> [What you need to do]: Go over the records and copy every line with the string "room".

> [Information supplied]:

━━━━━━━━━━━━━━━━━━━━

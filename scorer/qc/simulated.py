"""Simulated nights of phantom images for the demo and the tests (invented scenario, physics simulator).

:func:`simulate_night` writes one night's DICOM images of one or more simulated panels into an
inbox; :func:`demo_nights` writes a nightly configuration and a plan of nights in which one
panel's dose falls (an exposure-control fault) while the other stays as it was.
"""

from __future__ import annotations

import datetime as _dt
import os
from dataclasses import dataclass, field
from pathlib import Path
from typing import TYPE_CHECKING, Any

import numpy as np

from scorer.detector.presets import detector_model
from scorer.detector.simulator import dicom_tags, simulate
from scorer.files import atomic_write_text
from scorer.images.conversion import save_conversion
from scorer.images.writers import write_dicom

if TYPE_CHECKING:
    from scorer.phantom.layout import Layout


# Beam of the simulated panels: the simulator's 28 kV; anode/filter as DICOM writes them (invented setting).
ANODE, FILTER = "TUNGSTEN", "RHODIUM"
UAS_PER_UGY = 800.0  # invented tube output: exposure in µAs per µGy at the detector


@dataclass
class Panel:
    """One simulated panel of a night: preset model ("direct"/"indirect"), dose and optional tag changes."""

    model: str
    dose_ugy: float = 100.0
    tags: dict[str, Any] = field(default_factory=dict)


def simulate_night(
    inbox: str | os.PathLike[str],
    date: _dt.date,
    panels: list[Panel],
    n_images: int = 4,
    seed: int = 0,
    layout: Layout | None = None,
    small: bool = True,
    shape: tuple[int, int] | None = None,
) -> list[Path]:
    """Write ``n_images`` DICOM phantom images per panel, acquired on ``date``, under ``inbox/<date>/``.

    Tags: Detector ID and Station Name from the preset model, Acquisition DateTime 07:00 + 2 min per
    image, KVP, Exposure in µAs (∝ dose), Anode Target Material, Filter Material; ``Panel.tags``
    overrides any of them.  Returns the files written.
    """
    out = []
    if layout is None:
        from scorer.workflow.inputs import load_layout

        layout = load_layout()  # the bundled demo plate
    folder = Path(inbox) / date.isoformat()
    seeds = np.random.SeedSequence([seed, date.toordinal()]).spawn(len(panels) * n_images)
    for p_i, panel in enumerate(panels):
        model = detector_model(panel.model)
        for i in range(n_images):
            rng = np.random.default_rng(seeds[p_i * n_images + i])
            sim = simulate(model, "phantom", panel.dose_ugy, rng, small=small, layout=layout, shape=shape)
            when = _dt.datetime.combine(date, _dt.time(7, 0)) + _dt.timedelta(minutes=2 * i)
            tags = dicom_tags(model, when, panel.dose_ugy)
            tags.update(
                {
                    "ExposureInuAs": int(round(UAS_PER_UGY * panel.dose_ugy)),
                    "AnodeTargetMaterial": ANODE,
                    "FilterMaterial": FILTER,
                }
            )
            tags.update(panel.tags)
            out.append(
                write_dicom(
                    folder / f"{model.detector_id}-{date:%Y%m%d}-{i + 1:02d}.dcm", sim.pixels, sim.spacing_mm, tags
                )
            )
    return out


@dataclass
class DemoPlan:
    config: Path
    inbox: Path
    nights: list[tuple[_dt.date, list[Panel]]]


def demo_nights(
    root: str | os.PathLike[str],
    n_nights: int = 8,
    baseline_sessions: int = 4,
    drift_start: int = 5,
    drift_factor: float = 0.6,
    first_night: _dt.date = _dt.date(2026, 3, 2),
    layout_path: str | os.PathLike[str] | None = None,
    n_images: int = 5,
    n_boot: int = 300,
) -> DemoPlan:
    """Configuration and plan of simulated nights: the direct panel's dose falls from ``drift_start`` on.

    Scenario (invented): the Harbourside Women's Health Centre's two panels, HSX-SE-0417 (direct,
    room MAM2) and HSX-CS-2291 (indirect, room MAM3), image the phantom each morning at 100 µGy.
    From night ``drift_start`` (counted from 1) a fault in the direct panel's exposure control
    multiplies its dose by ``drift_factor`` each night; on night 3 the indirect panel's images are taken at
    29 kV instead of 28 kV (a settings flag, no alert).  Call :func:`simulate_night` for each
    night of ``plan.nights`` and run ``limen nightly --config plan.config --inbox plan.inbox``.
    """
    root = Path(root)
    root.mkdir(parents=True, exist_ok=True)
    inbox = root / "inbox"
    inbox.mkdir(exist_ok=True)
    lines = [
        'format = "limen-nightly/1"',
        'programme = "Harbourside Women\'s Health Centre (invented): nightly phantom QC"',
        "",
        "[defaults]",
        'methods = ["dprime"]',
        f"n_boot = {n_boot}",
        f"min_images = {n_images}",
        f"baseline_sessions = {baseline_sessions}",
        "accept_unlisted = false",
    ]
    if layout_path is not None:
        lines.append(f'layout = "{Path(layout_path).resolve().as_posix()}"')
    lines += ["", "[alerts]", "worse_fraction = 0.25", "control_sigma = 3.0", "ewma_lambda = 0.2", "ewma_width = 3.0"]
    for name, room in (("direct", "MAM2"), ("indirect", "MAM3")):
        model = detector_model(name)
        conv = root / f"{name}-conversion.toml"
        save_conversion(model.conversion_function(), conv)
        lines += [
            "",
            "[[detectors]]",
            f'name = "{model.detector_id} ({room}, {name})"',
            f'detector_id = "{model.detector_id}"',
            f'conversion = "{conv.name}"',
            "[detectors.expected]",
            f"kvp = {model.kvp:g}",
            "kvp_tolerance = 0.5",
            f'anode = "{ANODE}"',
            f'filter = "{FILTER}"',
            f"exposure_uas = [{int(UAS_PER_UGY * 70)}, {int(UAS_PER_UGY * 140)}]",
        ]
    config = root / "nightly.toml"
    atomic_write_text(config, "\n".join(lines) + "\n")
    nights = []
    for k in range(1, n_nights + 1):
        dose = 100.0 * (drift_factor ** (k - drift_start + 1) if k >= drift_start else 1.0)
        indirect = Panel("indirect", 100.0, {"KVP": 29.0} if k == 3 else {})
        nights.append((first_night + _dt.timedelta(days=k - 1), [Panel("direct", dose), indirect]))
    return DemoPlan(config, inbox, nights)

━━━━━━━━━━━━━━━━━━━━

> [Reply to the task]:
    room MAM2) and HSX-CS-2291 (indirect, room MAM3), image the phantom each morning at 100 µGy.
    for name, room in (("direct", "MAM2"), ("indirect", "MAM3")):
            f'name = "{model.detector_id} ({room}, {name})"',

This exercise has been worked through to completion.